- [WORK ITEM]
Retype all of the data shown below, keeping every character the same.

- [RECORDS]
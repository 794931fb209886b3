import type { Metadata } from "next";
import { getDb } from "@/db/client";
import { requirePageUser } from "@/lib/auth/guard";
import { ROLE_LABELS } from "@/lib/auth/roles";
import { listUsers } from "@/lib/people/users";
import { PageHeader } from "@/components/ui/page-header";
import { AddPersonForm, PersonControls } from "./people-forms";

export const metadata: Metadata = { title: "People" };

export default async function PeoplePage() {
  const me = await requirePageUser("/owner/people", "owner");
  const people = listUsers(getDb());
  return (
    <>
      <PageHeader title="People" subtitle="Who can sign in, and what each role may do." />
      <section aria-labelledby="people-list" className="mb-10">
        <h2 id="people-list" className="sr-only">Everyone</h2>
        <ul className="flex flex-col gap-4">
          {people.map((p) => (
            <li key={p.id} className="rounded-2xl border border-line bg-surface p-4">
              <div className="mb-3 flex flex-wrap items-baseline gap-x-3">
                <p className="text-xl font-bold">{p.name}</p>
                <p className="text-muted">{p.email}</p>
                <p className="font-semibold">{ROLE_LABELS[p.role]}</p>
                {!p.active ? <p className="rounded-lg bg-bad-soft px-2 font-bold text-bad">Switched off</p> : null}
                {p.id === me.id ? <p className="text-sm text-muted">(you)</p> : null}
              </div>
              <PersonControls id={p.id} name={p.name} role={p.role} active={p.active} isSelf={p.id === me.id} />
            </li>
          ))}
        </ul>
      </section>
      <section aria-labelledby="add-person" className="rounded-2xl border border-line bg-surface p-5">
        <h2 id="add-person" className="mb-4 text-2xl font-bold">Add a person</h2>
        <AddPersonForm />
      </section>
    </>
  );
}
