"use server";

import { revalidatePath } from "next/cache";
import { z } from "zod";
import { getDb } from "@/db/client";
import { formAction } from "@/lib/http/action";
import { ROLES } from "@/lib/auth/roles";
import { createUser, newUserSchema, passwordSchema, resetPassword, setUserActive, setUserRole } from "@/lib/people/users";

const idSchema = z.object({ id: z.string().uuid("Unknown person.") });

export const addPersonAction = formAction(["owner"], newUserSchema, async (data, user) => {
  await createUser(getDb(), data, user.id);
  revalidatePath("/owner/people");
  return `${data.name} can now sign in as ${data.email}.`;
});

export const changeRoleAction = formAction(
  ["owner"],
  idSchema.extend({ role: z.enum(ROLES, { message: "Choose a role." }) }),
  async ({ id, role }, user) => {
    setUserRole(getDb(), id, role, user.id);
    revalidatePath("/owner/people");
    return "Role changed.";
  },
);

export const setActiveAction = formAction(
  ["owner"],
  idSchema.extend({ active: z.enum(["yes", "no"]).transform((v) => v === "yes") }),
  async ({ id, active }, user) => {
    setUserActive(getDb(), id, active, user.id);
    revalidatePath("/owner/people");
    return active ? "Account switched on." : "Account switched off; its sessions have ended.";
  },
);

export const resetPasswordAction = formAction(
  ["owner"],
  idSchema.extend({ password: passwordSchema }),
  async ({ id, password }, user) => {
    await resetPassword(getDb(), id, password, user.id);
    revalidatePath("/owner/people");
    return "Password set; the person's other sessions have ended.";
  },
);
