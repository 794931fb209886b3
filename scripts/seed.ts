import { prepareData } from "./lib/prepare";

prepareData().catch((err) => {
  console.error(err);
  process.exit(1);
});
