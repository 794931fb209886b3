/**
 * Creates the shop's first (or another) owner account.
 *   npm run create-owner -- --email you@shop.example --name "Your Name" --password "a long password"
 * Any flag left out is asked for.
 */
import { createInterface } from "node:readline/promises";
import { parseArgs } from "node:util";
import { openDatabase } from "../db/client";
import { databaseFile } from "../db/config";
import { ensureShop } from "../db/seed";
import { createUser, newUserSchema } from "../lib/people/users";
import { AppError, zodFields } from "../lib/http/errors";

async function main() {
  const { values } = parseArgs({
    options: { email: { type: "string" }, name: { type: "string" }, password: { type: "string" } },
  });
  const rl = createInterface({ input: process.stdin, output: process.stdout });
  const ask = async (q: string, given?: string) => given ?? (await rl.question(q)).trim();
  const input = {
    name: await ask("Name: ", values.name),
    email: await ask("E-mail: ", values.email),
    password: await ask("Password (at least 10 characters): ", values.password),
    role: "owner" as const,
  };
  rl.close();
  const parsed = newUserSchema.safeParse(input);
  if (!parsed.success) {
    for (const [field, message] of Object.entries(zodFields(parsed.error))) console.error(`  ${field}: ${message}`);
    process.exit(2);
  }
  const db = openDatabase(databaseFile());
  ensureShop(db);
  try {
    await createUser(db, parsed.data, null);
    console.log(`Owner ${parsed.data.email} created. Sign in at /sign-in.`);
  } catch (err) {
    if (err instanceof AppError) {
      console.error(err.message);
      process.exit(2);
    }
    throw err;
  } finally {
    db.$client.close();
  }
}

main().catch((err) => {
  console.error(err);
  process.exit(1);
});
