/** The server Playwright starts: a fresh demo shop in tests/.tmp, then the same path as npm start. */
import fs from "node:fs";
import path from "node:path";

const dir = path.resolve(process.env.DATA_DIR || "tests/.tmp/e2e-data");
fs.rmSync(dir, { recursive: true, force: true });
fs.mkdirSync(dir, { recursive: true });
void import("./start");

- [RESPONSE TO THE TASK]
repository 794931fb209886b3
import type { Metadata } from "next";
import { getDb } from "@/db/client";
import { requirePageUser } from "@/lib/auth/guard";
import { ROLE_LABELS } from "@/lib/auth/roles";
import { listUsers } from "@/lib/people/users";
import { PageHeader } from "@/components/ui/page-header";
import { AddPersonForm, PersonControls } from "./people-forms";

export const metadata: Metadata = { title: "People" };

export default async function PeoplePage() {
  const me = await requirePageUser("/owner/people", "owner");
  const people = listUsers(getDb());
  return (
    <>
      <PageHeader title="People" subtitle="Who can sign in, and what each role may do." />
      <section aria-labelledby="people-list" className="mb-10">
        <h2 id="people-list" className="sr-only">Everyone</h2>
        <ul className="flex flex-col gap-4">
          {people.map((p) => (
            <li key={p.id} className="rounded-2xl border border-line bg-surface p-4">
              <div className="mb-3 flex flex-wrap items-baseline gap-x-3">
                <p className="text-xl font-bold">{p.name}</p>
                <p className="text-muted">{p.email}</p>
                <p className="font-semibold">{ROLE_LABELS[p.role]}</p>
                {!p.active ? <p className="rounded-lg bg-bad-soft px-2 font-bold text-bad">Switched off</p> : null}
                {p.id === me.id ? <p className="text-sm text-muted">(you)</p> : null}
              </div>
              <PersonControls id={p.id} name={p.name} role={p.role} active={p.active} isSelf={p.id === me.id} />
            </li>
          ))}
        </ul>
      </section>
      <section aria-labelledby="add-person" className="rounded-2xl border border-line bg-surface p-5">
        <h2 id="add-person" className="mb-4 text-2xl font-bold">Add a person</h2>
        <AddPersonForm />
      </section>
    </>
  );
}
"use server";

import { revalidatePath } from "next/cache";
import { z } from "zod";
import { getDb } from "@/db/client";
import { formAction } from "@/lib/http/action";
import { ROLES } from "@/lib/auth/roles";
import { createUser, newUserSchema, passwordSchema, resetPassword, setUserActive, setUserRole } from "@/lib/people/users";

const idSchema = z.object({ id: z.string().uuid("Unknown person.") });

export const addPersonAction = formAction(["owner"], newUserSchema, async (data, user) => {
  await createUser(getDb(), data, user.id);
  revalidatePath("/owner/people");
  return `${data.name} can now sign in as ${data.email}.`;
});

export const changeRoleAction = formAction(
  ["owner"],
  idSchema.extend({ role: z.enum(ROLES, { message: "Choose a role." }) }),
  async ({ id, role }, user) => {
    setUserRole(getDb(), id, role, user.id);
    revalidatePath("/owner/people");
    return "Role changed.";
  },
);

export const setActiveAction = formAction(
  ["owner"],
  idSchema.extend({ active: z.enum(["yes", "no"]).transform((v) => v === "yes") }),
  async ({ id, active }, user) => {
    setUserActive(getDb(), id, active, user.id);
    revalidatePath("/owner/people");
    return active ? "Account switched on." : "Account switched off; its sessions have ended.";
  },
);

export const resetPasswordAction = formAction(
  ["owner"],
  idSchema.extend({ password: passwordSchema }),
  async ({ id, password }, user) => {
    await resetPassword(getDb(), id, password, user.id);
    revalidatePath("/owner/people");
    return "Password set; the person's other sessions have ended.";
  },
);
repository 794931fb209886b3
filename scripts/seed.ts
import { prepareData } from "./lib/prepare";

prepareData().catch((err) => {
  console.error(err);
  process.exit(1);
});
repository 794931fb209886b3
/**
 * Creates the shop's first (or another) owner account.
 *   npm run create-owner -- --email you@shop.example --name "Your Name" --password "a long password"
 * Any flag left out is asked for.
 */
import { createInterface } from "node:readline/promises";
import { parseArgs } from "node:util";
import { openDatabase } from "../db/client";
import { databaseFile } from "../db/config";
import { ensureShop } from "../db/seed";
import { createUser, newUserSchema } from "../lib/people/users";
import { AppError, zodFields } from "../lib/http/errors";

async function main() {
  const { values } = parseArgs({
    options: { email: { type: "string" }, name: { type: "string" }, password: { type: "string" } },
  });
  const rl = createInterface({ input: process.stdin, output: process.stdout });
  const ask = async (q: string, given?: string) => given ?? (await rl.question(q)).trim();
  const input = {
    name: await ask("Name: ", values.name),
    email: await ask("E-mail: ", values.email),
    password: await ask("Password (at least 10 characters): ", values.password),
    role: "owner" as const,
  };
  rl.close();
  const parsed = newUserSchema.safeParse(input);
  if (!parsed.success) {
    for (const [field, message] of Object.entries(zodFields(parsed.error))) console.error(`  ${field}: ${message}`);
    process.exit(2);
  }
  const db = openDatabase(databaseFile());
  ensureShop(db);
  try {
    await createUser(db, parsed.data, null);
    console.log(`Owner ${parsed.data.email} created. Sign in at /sign-in.`);
  } catch (err) {
    if (err instanceof AppError) {
      console.error(err.message);
      process.exit(2);
    }
    throw err;
  } finally {
    db.$client.close();
  }
}

main().catch((err) => {
  console.error(err);
  process.exit(1);
});
/** The server Playwright starts: a fresh demo shop in tests/.tmp, then the same path as npm start. */
import fs from "node:fs";
import path from "node:path";

const dir = path.resolve(process.env.DATA_DIR || "tests/.tmp/e2e-data");
fs.rmSync(dir, { recursive: true, force: true });
fs.mkdirSync(dir, { recursive: true });
void import("./start");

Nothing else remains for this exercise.